--- EXERCISE INPUTS Enclosed Below ---
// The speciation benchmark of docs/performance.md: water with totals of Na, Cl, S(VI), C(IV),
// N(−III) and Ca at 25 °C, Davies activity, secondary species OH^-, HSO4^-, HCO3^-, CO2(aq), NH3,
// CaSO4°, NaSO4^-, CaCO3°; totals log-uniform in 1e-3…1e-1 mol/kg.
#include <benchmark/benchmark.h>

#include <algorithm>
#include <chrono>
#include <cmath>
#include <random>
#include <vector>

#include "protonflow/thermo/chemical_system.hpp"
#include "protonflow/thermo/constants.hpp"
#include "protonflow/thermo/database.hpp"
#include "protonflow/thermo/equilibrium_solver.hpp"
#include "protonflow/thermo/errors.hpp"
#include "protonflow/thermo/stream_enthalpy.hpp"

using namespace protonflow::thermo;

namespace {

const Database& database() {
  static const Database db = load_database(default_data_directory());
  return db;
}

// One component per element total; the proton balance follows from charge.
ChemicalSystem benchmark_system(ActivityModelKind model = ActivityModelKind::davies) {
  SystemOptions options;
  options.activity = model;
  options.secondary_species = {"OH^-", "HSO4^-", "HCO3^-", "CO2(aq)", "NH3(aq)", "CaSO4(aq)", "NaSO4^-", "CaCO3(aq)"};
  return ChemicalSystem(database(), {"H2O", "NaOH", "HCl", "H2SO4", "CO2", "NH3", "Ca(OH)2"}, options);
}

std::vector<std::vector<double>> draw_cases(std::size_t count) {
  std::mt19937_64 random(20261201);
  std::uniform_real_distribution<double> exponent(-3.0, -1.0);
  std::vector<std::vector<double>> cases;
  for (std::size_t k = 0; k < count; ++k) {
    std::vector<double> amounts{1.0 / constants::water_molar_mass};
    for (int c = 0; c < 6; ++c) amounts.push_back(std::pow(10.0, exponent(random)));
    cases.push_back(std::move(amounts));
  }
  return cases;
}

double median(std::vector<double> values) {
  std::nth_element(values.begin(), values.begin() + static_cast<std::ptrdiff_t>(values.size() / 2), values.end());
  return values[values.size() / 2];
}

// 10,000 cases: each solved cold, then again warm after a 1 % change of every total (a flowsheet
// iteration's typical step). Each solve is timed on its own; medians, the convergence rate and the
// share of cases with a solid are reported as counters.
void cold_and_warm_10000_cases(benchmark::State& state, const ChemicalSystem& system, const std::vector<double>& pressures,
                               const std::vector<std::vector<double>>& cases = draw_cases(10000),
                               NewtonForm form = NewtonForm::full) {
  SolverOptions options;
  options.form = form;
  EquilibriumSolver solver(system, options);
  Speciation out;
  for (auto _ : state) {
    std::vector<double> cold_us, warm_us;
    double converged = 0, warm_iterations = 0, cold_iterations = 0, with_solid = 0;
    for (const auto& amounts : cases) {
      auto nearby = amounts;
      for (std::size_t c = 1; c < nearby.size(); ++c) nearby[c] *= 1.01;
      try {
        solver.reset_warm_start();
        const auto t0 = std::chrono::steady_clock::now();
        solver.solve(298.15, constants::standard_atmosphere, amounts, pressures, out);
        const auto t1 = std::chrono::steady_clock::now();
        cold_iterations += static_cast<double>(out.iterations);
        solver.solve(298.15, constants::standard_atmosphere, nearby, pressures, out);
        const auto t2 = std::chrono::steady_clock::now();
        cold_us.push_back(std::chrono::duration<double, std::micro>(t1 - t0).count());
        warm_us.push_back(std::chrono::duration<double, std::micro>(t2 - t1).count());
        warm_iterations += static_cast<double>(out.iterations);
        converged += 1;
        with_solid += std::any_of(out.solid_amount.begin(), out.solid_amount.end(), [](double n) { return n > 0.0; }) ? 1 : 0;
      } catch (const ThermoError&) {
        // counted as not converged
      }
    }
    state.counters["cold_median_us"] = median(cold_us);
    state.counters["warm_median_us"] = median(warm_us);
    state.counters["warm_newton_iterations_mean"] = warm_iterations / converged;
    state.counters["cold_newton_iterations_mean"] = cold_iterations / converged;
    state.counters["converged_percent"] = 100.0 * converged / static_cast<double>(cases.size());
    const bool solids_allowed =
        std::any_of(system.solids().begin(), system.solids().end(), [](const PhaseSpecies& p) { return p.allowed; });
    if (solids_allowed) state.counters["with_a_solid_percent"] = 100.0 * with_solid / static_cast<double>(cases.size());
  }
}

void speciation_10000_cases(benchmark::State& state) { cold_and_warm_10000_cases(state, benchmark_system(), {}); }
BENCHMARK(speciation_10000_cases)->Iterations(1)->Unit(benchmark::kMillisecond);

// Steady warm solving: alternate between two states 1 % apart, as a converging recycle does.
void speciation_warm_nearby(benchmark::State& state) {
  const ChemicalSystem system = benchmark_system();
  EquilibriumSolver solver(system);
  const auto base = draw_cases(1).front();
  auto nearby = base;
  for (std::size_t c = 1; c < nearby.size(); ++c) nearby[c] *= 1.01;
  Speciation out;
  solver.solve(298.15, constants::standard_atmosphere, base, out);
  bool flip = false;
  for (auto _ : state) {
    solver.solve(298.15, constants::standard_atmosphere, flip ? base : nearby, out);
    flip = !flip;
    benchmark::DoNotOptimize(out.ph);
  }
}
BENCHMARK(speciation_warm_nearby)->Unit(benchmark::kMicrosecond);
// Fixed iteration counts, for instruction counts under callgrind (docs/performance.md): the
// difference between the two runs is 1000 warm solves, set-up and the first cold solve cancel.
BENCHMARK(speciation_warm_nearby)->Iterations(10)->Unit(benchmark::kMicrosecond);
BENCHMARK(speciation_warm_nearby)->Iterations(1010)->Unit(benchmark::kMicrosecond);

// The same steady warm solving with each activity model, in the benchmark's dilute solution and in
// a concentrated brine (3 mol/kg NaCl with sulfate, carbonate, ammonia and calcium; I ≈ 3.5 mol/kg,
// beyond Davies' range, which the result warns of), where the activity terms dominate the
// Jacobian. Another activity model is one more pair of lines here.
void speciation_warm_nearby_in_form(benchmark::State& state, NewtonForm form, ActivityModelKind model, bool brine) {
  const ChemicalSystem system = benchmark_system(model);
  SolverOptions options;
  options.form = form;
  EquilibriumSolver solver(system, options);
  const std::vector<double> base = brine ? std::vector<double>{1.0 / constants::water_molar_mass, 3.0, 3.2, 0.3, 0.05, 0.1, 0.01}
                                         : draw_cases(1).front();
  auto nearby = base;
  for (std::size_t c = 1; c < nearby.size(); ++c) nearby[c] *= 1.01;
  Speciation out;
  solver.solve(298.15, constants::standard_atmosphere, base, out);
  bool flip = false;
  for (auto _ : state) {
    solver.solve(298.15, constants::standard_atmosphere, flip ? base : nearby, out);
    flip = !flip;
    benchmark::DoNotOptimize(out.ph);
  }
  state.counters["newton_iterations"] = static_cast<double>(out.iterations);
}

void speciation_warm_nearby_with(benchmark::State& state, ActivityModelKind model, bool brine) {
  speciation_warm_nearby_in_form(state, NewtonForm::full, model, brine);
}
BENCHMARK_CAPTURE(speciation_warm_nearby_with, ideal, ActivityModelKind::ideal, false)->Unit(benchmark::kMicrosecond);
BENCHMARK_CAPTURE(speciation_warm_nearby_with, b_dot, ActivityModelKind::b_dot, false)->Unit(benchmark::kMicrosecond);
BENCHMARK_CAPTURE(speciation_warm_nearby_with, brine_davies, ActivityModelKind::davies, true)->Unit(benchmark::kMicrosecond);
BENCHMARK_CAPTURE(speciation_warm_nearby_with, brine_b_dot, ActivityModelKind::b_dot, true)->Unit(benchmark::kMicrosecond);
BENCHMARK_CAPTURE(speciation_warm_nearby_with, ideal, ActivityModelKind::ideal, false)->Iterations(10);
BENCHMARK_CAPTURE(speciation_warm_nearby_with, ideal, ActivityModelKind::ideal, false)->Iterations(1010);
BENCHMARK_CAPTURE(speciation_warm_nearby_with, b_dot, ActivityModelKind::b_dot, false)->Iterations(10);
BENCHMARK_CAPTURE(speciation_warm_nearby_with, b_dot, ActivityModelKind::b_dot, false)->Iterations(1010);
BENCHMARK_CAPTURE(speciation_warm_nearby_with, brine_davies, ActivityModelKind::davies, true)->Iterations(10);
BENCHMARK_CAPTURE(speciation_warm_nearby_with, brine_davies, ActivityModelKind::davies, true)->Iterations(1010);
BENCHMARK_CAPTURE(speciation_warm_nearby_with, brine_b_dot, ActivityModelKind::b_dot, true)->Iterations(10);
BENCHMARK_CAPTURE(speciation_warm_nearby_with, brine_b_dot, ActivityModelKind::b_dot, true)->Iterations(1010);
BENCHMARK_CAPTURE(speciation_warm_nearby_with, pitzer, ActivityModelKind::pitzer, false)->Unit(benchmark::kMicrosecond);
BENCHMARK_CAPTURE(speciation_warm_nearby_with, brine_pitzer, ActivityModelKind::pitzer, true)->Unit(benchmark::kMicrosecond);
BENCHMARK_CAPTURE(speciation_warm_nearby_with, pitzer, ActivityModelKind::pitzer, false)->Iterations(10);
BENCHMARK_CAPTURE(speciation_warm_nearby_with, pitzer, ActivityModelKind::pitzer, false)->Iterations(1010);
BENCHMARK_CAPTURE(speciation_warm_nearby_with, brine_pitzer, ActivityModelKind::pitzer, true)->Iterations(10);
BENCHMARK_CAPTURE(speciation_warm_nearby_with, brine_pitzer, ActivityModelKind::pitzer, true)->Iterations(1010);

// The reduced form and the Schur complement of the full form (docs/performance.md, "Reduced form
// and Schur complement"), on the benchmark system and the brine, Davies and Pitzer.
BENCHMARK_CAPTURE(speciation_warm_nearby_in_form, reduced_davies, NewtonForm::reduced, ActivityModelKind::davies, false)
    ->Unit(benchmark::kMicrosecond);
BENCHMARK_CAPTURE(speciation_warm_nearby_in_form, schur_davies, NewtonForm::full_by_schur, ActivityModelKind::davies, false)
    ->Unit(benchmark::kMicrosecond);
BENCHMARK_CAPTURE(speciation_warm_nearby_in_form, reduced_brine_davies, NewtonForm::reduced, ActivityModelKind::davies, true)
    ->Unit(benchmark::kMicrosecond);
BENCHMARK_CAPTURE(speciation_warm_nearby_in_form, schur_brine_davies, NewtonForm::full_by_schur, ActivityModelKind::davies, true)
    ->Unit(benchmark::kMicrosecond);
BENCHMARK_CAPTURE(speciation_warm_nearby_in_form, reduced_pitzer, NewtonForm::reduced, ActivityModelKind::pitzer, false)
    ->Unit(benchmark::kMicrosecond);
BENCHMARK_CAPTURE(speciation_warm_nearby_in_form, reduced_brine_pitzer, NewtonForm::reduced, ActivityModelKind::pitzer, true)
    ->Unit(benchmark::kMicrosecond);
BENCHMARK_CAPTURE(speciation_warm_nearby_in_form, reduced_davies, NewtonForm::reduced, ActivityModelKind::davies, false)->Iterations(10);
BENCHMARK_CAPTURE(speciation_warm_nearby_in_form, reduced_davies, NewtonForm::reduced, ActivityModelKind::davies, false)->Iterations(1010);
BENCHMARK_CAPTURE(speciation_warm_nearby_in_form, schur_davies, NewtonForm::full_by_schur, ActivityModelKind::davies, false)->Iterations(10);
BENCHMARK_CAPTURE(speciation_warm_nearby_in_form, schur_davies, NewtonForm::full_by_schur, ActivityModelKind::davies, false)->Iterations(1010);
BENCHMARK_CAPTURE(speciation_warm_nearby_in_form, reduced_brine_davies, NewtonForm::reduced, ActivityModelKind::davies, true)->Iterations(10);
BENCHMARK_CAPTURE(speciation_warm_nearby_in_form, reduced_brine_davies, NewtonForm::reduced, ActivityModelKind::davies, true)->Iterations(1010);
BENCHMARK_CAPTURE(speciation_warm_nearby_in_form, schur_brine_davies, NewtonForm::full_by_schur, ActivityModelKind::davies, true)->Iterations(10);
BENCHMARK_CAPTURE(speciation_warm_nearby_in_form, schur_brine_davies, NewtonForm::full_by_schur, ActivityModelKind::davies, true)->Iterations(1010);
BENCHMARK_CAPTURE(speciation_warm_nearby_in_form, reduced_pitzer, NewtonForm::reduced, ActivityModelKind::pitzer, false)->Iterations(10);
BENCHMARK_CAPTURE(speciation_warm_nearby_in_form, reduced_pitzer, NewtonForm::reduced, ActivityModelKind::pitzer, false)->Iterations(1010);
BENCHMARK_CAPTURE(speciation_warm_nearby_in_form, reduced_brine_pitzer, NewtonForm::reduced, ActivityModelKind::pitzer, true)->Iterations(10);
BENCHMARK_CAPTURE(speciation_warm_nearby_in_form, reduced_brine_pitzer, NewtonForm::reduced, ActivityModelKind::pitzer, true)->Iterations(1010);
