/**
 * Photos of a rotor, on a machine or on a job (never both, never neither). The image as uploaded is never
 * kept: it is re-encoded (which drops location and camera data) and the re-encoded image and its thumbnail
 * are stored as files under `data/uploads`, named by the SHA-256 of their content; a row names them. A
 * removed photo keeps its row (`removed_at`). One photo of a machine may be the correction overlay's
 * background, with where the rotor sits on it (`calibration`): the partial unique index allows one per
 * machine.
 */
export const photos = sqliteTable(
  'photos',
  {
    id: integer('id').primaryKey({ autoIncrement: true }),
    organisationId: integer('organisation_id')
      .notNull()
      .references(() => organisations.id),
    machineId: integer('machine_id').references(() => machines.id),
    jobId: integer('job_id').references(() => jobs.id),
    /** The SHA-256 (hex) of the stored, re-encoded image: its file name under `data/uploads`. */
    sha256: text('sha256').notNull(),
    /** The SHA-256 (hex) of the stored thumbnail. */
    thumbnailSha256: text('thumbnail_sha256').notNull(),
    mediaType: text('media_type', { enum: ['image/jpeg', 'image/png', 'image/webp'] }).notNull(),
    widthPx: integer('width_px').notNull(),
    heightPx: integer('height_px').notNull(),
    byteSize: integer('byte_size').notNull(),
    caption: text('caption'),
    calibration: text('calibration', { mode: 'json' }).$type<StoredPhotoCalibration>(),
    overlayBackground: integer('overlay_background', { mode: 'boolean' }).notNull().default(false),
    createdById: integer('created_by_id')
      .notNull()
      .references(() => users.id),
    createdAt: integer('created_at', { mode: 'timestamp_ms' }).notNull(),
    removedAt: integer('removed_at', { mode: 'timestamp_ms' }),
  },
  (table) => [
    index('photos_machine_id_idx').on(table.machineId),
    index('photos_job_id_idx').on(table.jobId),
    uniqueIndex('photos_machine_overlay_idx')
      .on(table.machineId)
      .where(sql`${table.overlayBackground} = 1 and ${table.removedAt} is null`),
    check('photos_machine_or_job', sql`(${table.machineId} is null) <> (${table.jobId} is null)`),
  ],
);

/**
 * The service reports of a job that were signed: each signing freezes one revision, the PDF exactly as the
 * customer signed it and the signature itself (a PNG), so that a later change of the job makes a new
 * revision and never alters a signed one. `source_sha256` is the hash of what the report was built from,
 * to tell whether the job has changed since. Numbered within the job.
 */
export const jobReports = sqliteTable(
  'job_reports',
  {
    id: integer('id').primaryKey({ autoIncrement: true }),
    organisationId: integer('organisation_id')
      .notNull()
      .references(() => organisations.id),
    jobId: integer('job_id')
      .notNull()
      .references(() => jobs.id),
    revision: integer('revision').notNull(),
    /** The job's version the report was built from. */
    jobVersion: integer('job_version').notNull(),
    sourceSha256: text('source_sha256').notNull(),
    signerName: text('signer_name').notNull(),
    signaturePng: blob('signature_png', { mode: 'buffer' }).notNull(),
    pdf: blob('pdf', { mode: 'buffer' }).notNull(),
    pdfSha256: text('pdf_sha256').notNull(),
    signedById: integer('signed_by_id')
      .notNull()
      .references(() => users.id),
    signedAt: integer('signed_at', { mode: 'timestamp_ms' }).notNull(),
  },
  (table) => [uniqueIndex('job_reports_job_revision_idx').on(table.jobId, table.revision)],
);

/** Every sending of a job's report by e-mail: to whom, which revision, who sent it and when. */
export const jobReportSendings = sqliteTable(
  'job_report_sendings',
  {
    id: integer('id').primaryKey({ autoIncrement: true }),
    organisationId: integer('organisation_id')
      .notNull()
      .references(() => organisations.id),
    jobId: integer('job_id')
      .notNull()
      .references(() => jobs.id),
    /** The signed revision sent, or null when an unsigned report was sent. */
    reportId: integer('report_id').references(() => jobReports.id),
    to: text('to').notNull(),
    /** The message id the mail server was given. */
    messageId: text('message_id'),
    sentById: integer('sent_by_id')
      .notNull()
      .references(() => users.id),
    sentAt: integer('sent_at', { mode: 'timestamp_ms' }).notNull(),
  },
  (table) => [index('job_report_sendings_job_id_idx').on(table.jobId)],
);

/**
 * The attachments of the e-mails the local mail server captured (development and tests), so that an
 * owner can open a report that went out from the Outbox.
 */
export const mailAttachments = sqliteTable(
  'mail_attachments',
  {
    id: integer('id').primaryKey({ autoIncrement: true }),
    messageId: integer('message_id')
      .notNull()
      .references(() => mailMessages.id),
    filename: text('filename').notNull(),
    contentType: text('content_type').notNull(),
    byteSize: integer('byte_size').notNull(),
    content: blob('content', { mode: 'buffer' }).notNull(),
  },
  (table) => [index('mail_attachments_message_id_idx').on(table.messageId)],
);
--- End of Enclosed EXERCISE INPUTS ---
INSTRUCTIONS FOR THE TASK>
Please repeat word for word the lines above that run from the beginning through the line containing "in 1e-3…1e-1 mol/kg.", keeping both the first and that last line.

SOLUTION TO THE PROBLEM>
// The speciation benchmark of docs/performance.md: water with totals of Na, Cl, S(VI), C(IV),
// N(−III) and Ca at 25 °C, Davies activity, secondary species OH^-, HSO4^-, HCO3^-, CO2(aq), NH3,
// CaSO4°, NaSO4^-, CaCO3°; totals log-uniform in 1e-3…1e-1 mol/kg.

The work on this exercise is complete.